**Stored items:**
────

"""Time-lapse plans: what to image, where, how often, and whether it fits its interval.

A plan is a TOML or JSON file::

    name = "KVL-7 growth curve, plate LR-0412"
    vessel = "96-well"
    wells = "B2:G11"          # or ["B2", "C5:C7"], or "all"
    sites_per_well = 4
    interval_s = 1800
    duration_s = 259200       # or count = 145
    autofocus = "track"       # "track" (every time point), "first" (first only), "off"
    exposure_ms = 20.0        # leave out for the profile's default
    correction = true
    save = "corrected"        # "corrected", "raw", "both"

    [z_stack]                 # optional
    count = 5
    step_um = 2.0

    [[conditions]]            # optional: what was done to which wells
    wells = "B2:B6"
    label = "vehicle"
    notes = "0.1 % DMSO, added 09:30"

    [[conditions]]
    wells = ["C2:C6"]
    label = "compound R-17 5 uM"

Loading is strict in the style of :mod:`drivers.options`: every error names the key and
says what is allowed.
"""

from __future__ import annotations

import dataclasses
import json
import math
import tomllib
from pathlib import Path
from typing import TYPE_CHECKING, Any

from daemon.focus.metrics import DEFAULT_METRIC, METRICS
from drivers.options import ConfigError, load_section, option, section
from daemon.vessels.geometry import Vessel, VesselError, Well, get_vessel, parse_wells
from daemon.vessels.stage_map import StageMap, sim_vessel_name
from drivers.camera_common import FRAME_READOUT_S
from drivers.gcode.dialect import trapezoid_duration_s

if TYPE_CHECKING:
    from daemon.profile import Profile

AUTOFOCUS_POLICIES = ("track", "first", "off")
SAVE_CHOICES = ("corrected", "raw", "both")
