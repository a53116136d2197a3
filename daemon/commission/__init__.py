"""Commissioning: measuring a scope with its own camera and stage (``phasewatch commission``).

Exposure (:mod:`.exposure`), the stage-to-image map by registration (:mod:`.registration`,
:mod:`.image_map`), backlash and repeatability (:mod:`.backlash`), settling (:mod:`.settle`),
the run that strings them together (:mod:`.run`) and what it writes (:mod:`.report`).
"""


class CommissionRefused(Exception):
    """Commissioning cannot measure here; ``str()`` is one line saying why and what to do."""
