log = logging.getLogger(__name__)

# Real seconds between looks for pause/abort requests from other processes while waiting.
POLL_REAL_S = 0.2
MISSED_DOWN = "phasewatch was not running"
# Missed time points are written to the index this many at a time.
MISSED_CHUNK = 10_000
MISSED_OVERRUN = "the previous time point ran into this one's slot"
MISSED_PAUSED = "the time-lapse was paused"


class StorageStop(Exception):
    """Raised inside a time point when storage can take no more frames."""


def positions_to_dicts(positions: list[PlannedPosition]) -> list[dict[str, Any]]:
    return [dataclasses.asdict(p) for p in positions]


def positions_from_dicts(items: list[dict[str, Any]]) -> list[PlannedPosition]:
    return [PlannedPosition(**d) for d in items]
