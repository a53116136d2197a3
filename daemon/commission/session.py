"""How commissioning moves and images: approaches from a chosen side, waits, frames, bursts.

Every move goes through the scope and its driver, so the profile's soft limits are
checked before anything is sent and the focus never goes above ``z_safe_max_um``. Moves
are made straight (``backlash_approach=False``): the measurements choose the side each
target is approached from themselves, since that is what they measure. The scope is
opened without the profile's ``[stage] settle_ms`` wait (:func:`commissioning_profile`),
so a burst of frames can start the moment a move ends; every other step waits
``settle_wait_s`` after each x/y move instead, which starts generous and becomes the
measured settling time once it is known.
"""

from __future__ import annotations

import dataclasses
import math
from collections.abc import Callable
from typing import TYPE_CHECKING

import numpy as np

from drivers.base import Frame, Position
from drivers.sections import EXPOSURE_RANGE_MS, GAIN_RANGE_DB

if TYPE_CHECKING:
    from daemon.profile import Profile
    from daemon.scope import Scope

Progress = Callable[[int, int, str], None]

# Before the settling time is measured (common practice for small stages: well under a second).
FIRST_SETTLE_WAIT_S = 0.6
SETTLE_WAIT_MARGIN = 1.5  # wait this many measured settling times (and at least 20 ms more)
APPROACH_UM = 100.0  # how far before a target the approach starts: beyond any budget stage's play
BURST_EXPOSURE_DIVISOR = 2.0


def commissioning_profile(profile: Profile) -> Profile:
    """The profile the commissioning scope runs on: no settle wait after x/y moves (bursts
    must see the stage settle), every other value as it is."""
    return dataclasses.replace(profile, stage=dataclasses.replace(profile.stage, settle_ms=0.0))


@dataclasses.dataclass(frozen=True, slots=True)
class Timed:
    """A frame's pixels and when (s after the burst's move ended) its exposure was half done."""

    t_s: float
    pixels: np.ndarray


class Session:
    def __init__(self, scope: Scope, *, progress: Progress | None = None, total_frames: int = 0) -> None:
        self.scope = scope
        cam = scope.profile.camera
        self.exposure_ms = cam.exposure_ms
        self.gain_db = cam.gain_db
        self.settle_wait_s = FIRST_SETTLE_WAIT_S
        self.approach_um = APPROACH_UM
        self.frames = 0
        self.total_frames = total_frames
        self._progress = progress
        self._message = ""

    # -- progress -------------------------------------------------------------------------

    def step(self, message: str) -> None:
        """Name the step now running (shown with the frame count)."""
        self._message = message
        self._show()

    def _show(self) -> None:
        if self._progress is not None:
            total = max(self.total_frames, self.frames)
            self._progress(self.frames, total, self._message)

    # -- camera ---------------------------------------------------------------------------

    def exposure_range_ms(self) -> tuple[float, float]:
        """The exposures the camera says it takes (its own controls, else the profile's limits)."""
        controls = self.scope.camera.describe().get("controls", {})
        exposure = controls.get("exposure", {}) if isinstance(controls, dict) else {}
        lo = float(exposure.get("min_ms", EXPOSURE_RANGE_MS[0]))
        hi = float(exposure.get("max_ms", EXPOSURE_RANGE_MS[1]))
        return max(lo, EXPOSURE_RANGE_MS[0]), min(hi, EXPOSURE_RANGE_MS[1])

    def use_exposure(self, exposure_ms: float, gain_db: float | None = None) -> None:
        """Every later frame (the autofocus' too) is exposed so."""
        self.exposure_ms = exposure_ms
        if gain_db is not None:
            self.gain_db = gain_db
        profile = self.scope.profile
        camera = dataclasses.replace(profile.camera, exposure_ms=self.exposure_ms, gain_db=self.gain_db)
        self.scope.profile = dataclasses.replace(profile, camera=camera)

    async def frame(self, *, lamp: bool = True, exposure_ms: float | None = None) -> Frame:
        frame = await self.scope.capture(
            exposure_ms=self.exposure_ms if exposure_ms is None else exposure_ms, gain_db=self.gain_db, lamp=lamp
        )
        self.frames += 1
        self._show()
        return frame

    async def burst(self, duration_s: float, *, started_s: float) -> list[Timed]:
        """Frames back to back, the lamp on throughout, for ``duration_s`` on the scope's clock.

        Exposures are half the session's (gain raised to match, where the camera allows)
        so the stage's motion is sampled finely; times are counted from ``started_s`` to
        each exposure's middle."""
        scope = self.scope
        lo, _ = self.exposure_range_ms()
        short_ms = max(lo, self.exposure_ms / BURST_EXPOSURE_DIVISOR)
        gain = min(GAIN_RANGE_DB[1], self.gain_db + 20.0 * math.log10(self.exposure_ms / short_ms))
        await scope.camera.set_exposure_ms(short_ms)
        await scope.camera.set_gain_db(gain)
        illum = scope.profile.illumination
        await scope.motion.set_lamp(True, illum.level)
        out: list[Timed] = []
        try:
            while not out or out[-1].t_s < duration_s:
                frame = await scope.camera.grab()
                out.append(Timed(frame.t_s + frame.exposure_ms / 2000.0 - started_s, frame.pixels))
                self.frames += 1
                if len(out) % 10 == 0:
                    self._show()
        finally:
            await scope.motion.set_lamp(False)
        self._show()
        return out

    # -- motion ---------------------------------------------------------------------------

    async def here(self) -> Position:
        return await self.scope.position()

    async def go(
        self,
        x_um: float,
        y_um: float,
        *,
        side: tuple[int, int] = (-1, -1),
        wait: bool = True,
    ) -> Position:
        """Move to (x, y), coming from below (-1), from above (+1) or straight (0) on each axis.

        The approach starts ``approach_um`` before the target on the axes that have a side,
        so the play of their drives is taken up the same way each time. ``wait``: settle
        for ``settle_wait_s`` afterwards."""
        sx, sy = side
        if sx or sy:
            await self.scope.move_to(
                x_um=x_um + sx * self.approach_um, y_um=y_um + sy * self.approach_um, backlash_approach=False
            )
        pos = await self.scope.move_to(x_um=x_um, y_um=y_um, backlash_approach=False)
        if wait:
            await self.scope.clock.sleep(self.settle_wait_s)
        return pos

    async def go_z(self, z_um: float) -> Position:
        """Move the focus straight to ``z_um`` (no approach from below: the sweeps choose)."""
        return await self.scope.move_to(z_um=z_um, backlash_approach=False)

    def settled_after(self, settle_s: float) -> None:
        """From now on wait a margin over the measured settling time after each x/y move."""
        self.settle_wait_s = max(SETTLE_WAIT_MARGIN * settle_s, settle_s + 0.02)
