// The browser interface of phasewatch: answers "are my cultures all right?" first, then
// offers the live view, stage and focus control, time-lapse set-up and the trends.
"use strict";

const API = "/api/v1";
const TOKEN_KEY = "phasewatch.token";
const $ = (id) => document.getElementById(id);
const plots = () => window.phasewatchPlots;

const ui = {
  token: localStorage.getItem(TOKEN_KEY) || "",
  canView: false,
  status: null,
  detail: null,       // the shown time-lapse (active, else the latest)
  series: null,
  alerts: [],
  curve: [],          // autofocus points of the run being drawn
  curveResult: null,
  liveOn: true,
  ws: null,
  refreshTimer: null,
  vessel: null,       // the drawn vessel's geometry (mm)
  selected: new Set(),
  lastClicked: null,
  mapMode: "go",      // what a plain click on a well does: "go" there, or "select" it
  conditions: {},     // well -> {label, notes}, for the plan being built
  viewer: null,       // {key, frames, index, timer}
};

// -- talking to the daemon ------------------------------------------------------------

class ApiError extends Error {
  constructor(status, message) { super(message); this.status = status; }
}

async function api(path, { method = "GET", body } = {}) {
  const headers = {};
  if (ui.token) headers["Authorization"] = `Bearer ${ui.token}`;
  if (body !== undefined) headers["Content-Type"] = "application/json";
  let resp;
  try {
    resp = await fetch(API + path, { method, headers, body: body === undefined ? undefined : JSON.stringify(body),
      credentials: "same-origin", cache: "no-store" });
  } catch (e) {
    setConn(false);
    throw new ApiError(0, "the scope does not answer (network)");
  }
  setConn(true);
  const text = await resp.text();
  let data = null;
  try { data = text ? JSON.parse(text) : null; } catch (e) { data = null; }
  if (!resp.ok) {
    const msg = data && data.error ? data.error.message : `${resp.status} ${resp.statusText}`;
    if (resp.status === 401) onUnauthorized(msg);
    throw new ApiError(resp.status, msg);
  }
  return data;
}

function setConn(ok) {
  const el = $("conn");
  el.textContent = ok ? "connected" : "offline";
  el.dataset.ok = ok ? "yes" : "no";
}

function toast(message, level = "info") {
  const el = $("toast");
  el.textContent = message;
  el.dataset.level = level;
  el.hidden = false;
  clearTimeout(toast.timer);
  toast.timer = setTimeout(() => { el.hidden = true; }, level === "error" ? 9000 : 4500);
}

async function act(label, fn) {
  try {
    return await fn();
  } catch (e) {
    toast(`${label}: ${e.message}`, e.status === 409 || e.status === 422 ? "warn" : "error");
    return null;
  }
}

// -- signing in -----------------------------------------------------------------------

function onUnauthorized(message) {
  if (ui.token) {
    $("signin-error").textContent = message;
  }
  openSignin();
}

function openSignin() {
  const d = $("signin");
  if (!d.open) d.showModal();
  $("token-input").value = "";
  $("token-input").focus();
}

async function signIn(token) {
  ui.token = token.trim();
  try {
    await api("/session", { method: "POST", body: {} });
  } catch (e) {
    ui.token = "";
    localStorage.removeItem(TOKEN_KEY);
    $("signin-error").textContent = e.message;
    openSignin();
    return false;
  }
  localStorage.setItem(TOKEN_KEY, ui.token);
  $("signin-error").textContent = "";
  $("signin-btn").textContent = "Signed in";
  startAll();
  return true;
}

function tokenFromFragment() {
  const m = /(?:^#|&)token=([^&]+)/.exec(location.hash);
  if (!m) return null;
  history.replaceState(null, "", location.pathname + location.search);  // keep it out of history and bookmarks
  return decodeURIComponent(m[1]);
}

// -- formatting -----------------------------------------------------------------------

const um = (v, d = 1) => (v === null || v === undefined ? "—" : `${Number(v).toFixed(d)} µm`);
const pct = (v) => (v === null || v === undefined ? "—" : `${(100 * v).toFixed(1)} %`);

function clock(t_s) {
  if (!t_s) return "—";
  return new Date(t_s * 1000).toLocaleString([], { hour: "2-digit", minute: "2-digit", second: "2-digit", day: "numeric", month: "short" });
}

// Durations as a biologist types them: "15 min", "2 h", "3 d" (also "90 s", "1.5 h").
const UNIT_S = { s: 1, sec: 1, second: 1, seconds: 1, min: 60, mins: 60, minute: 60, minutes: 60,
  h: 3600, hr: 3600, hrs: 3600, hour: 3600, hours: 3600, d: 86400, day: 86400, days: 86400 };

function parseDuration(text) {
  const m = /^\s*(\d+(?:[.,]\d+)?)\s*([a-zA-Z]+)\s*$/.exec(text || "");
  if (!m) return null;
  const f = UNIT_S[m[2].toLowerCase()];
  return f ? Number(m[1].replace(",", ".")) * f : null;
}

function formatDuration(s) {
  const round = (v) => String(+v.toFixed(2));
  if (s >= 86400 && Math.abs(s / 86400 - Math.round(s / 86400)) < 1e-9) return `${round(s / 86400)} d`;
  if (s >= 3600 && Math.abs(s / 3600 - Math.round(s / 3600 * 4) / 4) < 1e-9) return `${round(s / 3600)} h`;
  if (s >= 60 && Math.abs(s / 60 - Math.round(s / 60)) < 1e-9) return `${round(s / 60)} min`;
  return `${round(s)} s`;
}

// Time points at 0, interval, 2 x interval ... up to and including the duration (as the daemon counts).
const timePointsOf = (interval_s, duration_s) => Math.floor(duration_s / interval_s + 1e-9) + 1;

const plural = (n, word, many) => `${n} ${n === 1 ? word : (many || `${word}s`)}`;

function ago(seconds) {
  if (seconds < 0) seconds = 0;
  if (seconds < 90) return `${Math.round(seconds)} s`;
  if (seconds < 5400) return `${Math.round(seconds / 60)} min`;
  if (seconds < 172800) return `${(seconds / 3600).toFixed(1)} h`;
  return `${(seconds / 86400).toFixed(1)} days`;
}
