class ReplayCamera:
    def __init__(
        self,
        camera: CameraSection,
        clock: Clock,
        *,
        cache_bytes: int = DEFAULT_CACHE_BYTES,
        pixel_size_um: float | None = None,
        stage_position: StagePosition | None = None,
    ) -> None:
        """``pixel_size_um``: the profile's (needed with ``recorded_pixel_size_um``);
        ``stage_position``: where the stage is, x and y in um, or None while unknown."""
        if camera.options is None:
            raise CameraError("the replay camera needs a folder of images: set `replay_dir` in [camera]")
        self._cfg = camera
        self._opts = driver_options(camera, ReplayOptions)
        self._clock = clock
        self._folder = Path(self._opts.replay_dir).expanduser()
        self._cache_limit = int(cache_bytes)
        self._files: list[Path] = []
        self._size: tuple[int, int] | None = None
        self._dtype: np.dtype | None = None
        self._bit_depth: int | None = None
        self._cache: dict[int, np.ndarray] = {}
        self._cached_bytes = 0
        self._cache_lock = threading.Lock()
        self._t0_s = 0.0
        self._last_slot = -1
        self._exposure_ms = check_exposure_ms(camera.exposure_ms, driver="replay")
        self._gain_db = check_gain_db(camera.gain_db, driver="replay")
        self._decodes = 0
        self._open = False
        self._target_um = pixel_size_um
        self._stage_position = stage_position
        self._origin_um: tuple[float, float] | None = None
        if self._opts.recorded_pixel_size_um is not None and pixel_size_um is None:
            raise CameraError("the replay camera needs the profile's pixel size to replay at it ([optics])")
        if self._opts.follow_stage and stage_position is None:
            raise CameraError("the replay camera's follow_stage needs the stage: open it with a stage driver")

    async def open(self) -> None:
        await asyncio.to_thread(self._scan)
        self._t0_s = self._clock.now()
        self._last_slot = -1
        self._open = True

    async def close(self) -> None:
        self._open = False
        with self._cache_lock:
            self._cache.clear()
            self._cached_bytes = 0

    async def grab(self) -> Frame:
        if not self._open:
            raise CameraError(f"replay camera ({self._folder}) is not open; open it before grabbing")
        period_s = 1.0 / self._opts.replay_fps
        now_s = self._clock.now()
        # The next slot strictly after now (and after the last one handed out), so the
        # frame returned always "arrives" after the call started.
        slot = max(math.floor((now_s - self._t0_s) / period_s) + 1, self._last_slot + 1)
        self._last_slot = slot
        due_s = self._t0_s + slot * period_s
        index = slot % len(self._files)
        with self._cache_lock:
            cached = self._cache.get(index)
        if cached is not None:
            # A dict lookup: not worth a trip to a worker thread.
            await self._clock.sleep(due_s - now_s)
            pixels = cached
        else:
            decoding = asyncio.create_task(asyncio.to_thread(self._pixels, index))
            try:
                await self._clock.sleep(due_s - now_s)
            except BaseException:
                decoding.cancel()
                raise
            pixels = await decoding
        return Frame(
            pixels=self._frame(pixels),  # a copy: callers may work in place, the cached image stays intact
            t_s=due_s,
            exposure_ms=self._exposure_ms,
            gain_db=self._gain_db,
            bit_depth=delivered_bit_depth(pixels, self._cfg.bit_depth),
        )

    async def set_exposure_ms(self, exposure_ms: float) -> None:
        self._exposure_ms = check_exposure_ms(exposure_ms, driver="replay")

    async def set_gain_db(self, gain_db: float) -> None:
        self._gain_db = check_gain_db(gain_db, driver="replay")

    def describe(self) -> dict[str, object]:
        width, height = self._size or (None, None)
        if self._opts.recorded_pixel_size_um is not None:
            width, height = self._cfg.width_px, self._cfg.height_px
        return {
            "driver": "replay",
            "device": str(self._folder),
            "frames": len(self._files),
            "resolution": {"width_px": width, "height_px": height},
            "recorded_size": {"width_px": (self._size or (None, None))[0], "height_px": (self._size or (None, None))[1]},
            "recorded_pixel_size_um": self._opts.recorded_pixel_size_um,
            "pixel_size_um": self._target_um if self._opts.recorded_pixel_size_um is not None else None,
            "follow_stage": self._opts.follow_stage,
            "bit_depth": self._bit_depth,
            "fps": self._opts.replay_fps,
            "exposure_ms": self._exposure_ms,
            "gain_db": self._gain_db,
            "controls": {
                "exposure": {"supported": True, "effective": False, "note": "recorded in frame metadata only"},
                "gain": {"supported": True, "effective": False, "note": "recorded in frame metadata only"},
            },
            "cache": {
                "frames": len(self._cache),
                "bytes": self._cached_bytes,
                "limit_bytes": self._cache_limit,
                "decodes": self._decodes,
            },
        }

    # ---------------------------------------------------------- blocking helpers

    def _frame(self, image: np.ndarray) -> np.ndarray:
        """The frame cut from a (resampled) image: all of it, its centre, or where the stage is."""
        if self._opts.recorded_pixel_size_um is None:
            return image.copy()
        assert self._target_um is not None
        width, height = self._cfg.width_px, self._cfg.height_px
        rows, cols = image.shape
        dx_px = dy_px = 0.0
        if self._opts.follow_stage:
            assert self._stage_position is not None
            here = self._stage_position()
            if here is not None:
                if self._origin_um is None:
                    self._origin_um = here
                dx_px = (here[0] - self._origin_um[0]) / self._target_um
                dy_px = (here[1] - self._origin_um[1]) / self._target_um
        left_f = (cols - width) // 2 + dx_px
        top_f = (rows - height) // 2 + dy_px
        left, top = math.floor(left_f), math.floor(top_f)
        if left_f < 0 or top_f < 0 or left_f + width > cols or top_f + height > rows:
            covers = f"{cols * self._target_um:.0f} x {rows * self._target_um:.0f} um"
            if self._opts.follow_stage:
                raise CameraError(
                    f"replay: the stage has moved {dx_px * self._target_um:.0f}, {dy_px * self._target_um:.0f} um "
                    f"from where replay started, beyond the recorded images ({covers}); move back or record a larger mosaic"
                )
            raise CameraError(
                f"replay images cover {covers} at the profile's pixel size, less than a {width}x{height} px frame; "
                "lower width_px/height_px in [camera] or check recorded_pixel_size_um"
            )
        if left_f == left and top_f == top:
            return image[top:top + height, left:left + width].copy()
        # A stage position between pixels: the frame is cut there, bicubic (OpenCV).
        shift = np.array([[1.0, 0.0, -left_f], [0.0, 1.0, -top_f]])
        return cv2.warpAffine(image, shift, (width, height), flags=cv2.INTER_CUBIC, borderMode=cv2.BORDER_REPLICATE)

    def _scan(self) -> None:
        files = list_images(self._folder)
        sizes = [image_size(p) for p in files]
        first = sizes[0]
        for path, size in zip(files, sizes):
            if size != first:
                raise CameraError(
                    f"replay folder {self._folder} mixes image sizes: {path.name} is {size[0]}x{size[1]} px "
                    f"but {files[0].name} is {first[0]}x{first[1]} px; use one size per folder"
                )
        self._files = files
        self._size = first
        with self._cache_lock:
            self._cache.clear()
            self._cached_bytes = 0
        self._dtype = None
        self._bit_depth = None
        self._pixels(0)

    def _pixels(self, index: int) -> np.ndarray:
        with self._cache_lock:
            cached = self._cache.get(index)
        if cached is not None:
            return cached
        path = self._files[index]
        pixels = decode_image(path)
        self._decodes += 1
        width, height = self._size or (0, 0)
        if pixels.shape != (height, width):
            raise CameraError(
                f"replay image {path} decodes to {pixels.shape[1]}x{pixels.shape[0]} px, not the "
                f"{width}x{height} px its folder uses; use one size per folder"
            )
        if self._opts.recorded_pixel_size_um is not None:
            assert self._target_um is not None
            pixels = resample_to_pixel_size(pixels, self._opts.recorded_pixel_size_um, self._target_um)
        pixels.setflags(write=False)
        with self._cache_lock:
            if self._dtype is None:
                self._dtype = pixels.dtype
                self._bit_depth = delivered_bit_depth(pixels, self._cfg.bit_depth)
            elif pixels.dtype != self._dtype:
                raise CameraError(
                    f"replay image {path} is {8 * pixels.dtype.itemsize}-bit but {self._files[0].name} is "
                    f"{8 * self._dtype.itemsize}-bit; use one bit depth per folder"
                )
            if index not in self._cache and self._cached_bytes + pixels.nbytes <= self._cache_limit:
                self._cache[index] = pixels
                self._cached_bytes += pixels.nbytes
        return pixels


def _stage_xy(motion: object) -> tuple[float, float] | None:
    where = getattr(motion, "describe")().get("position_um")
    return None if where is None else (float(where["x"]), float(where["y"]))


def open_camera(ctx: CameraContext) -> ReplayCamera:
    motion = ctx.stage.motion
    return ReplayCamera(
        ctx.profile.camera,
        ctx.clock,
        pixel_size_um=ctx.profile.optics.pixel_size_um,
        stage_position=lambda: _stage_xy(motion),
    )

────

**PROMPT:**
What is wanted is every line from the first line of the entries through the line that contains "exposure_ms = 20.0", given again exactly.

**RESULT FOR THIS TASK:**
"""Time-lapse plans: what to image, where, how often, and whether it fits its interval.

A plan is a TOML or JSON file::

    name = "KVL-7 growth curve, plate LR-0412"
    vessel = "96-well"
    wells = "B2:G11"          # or ["B2", "C5:C7"], or "all"
    sites_per_well = 4
    interval_s = 1800
    duration_s = 259200       # or count = 145
    autofocus = "track"       # "track" (every time point), "first" (first only), "off"
    exposure_ms = 20.0        # leave out for the profile's default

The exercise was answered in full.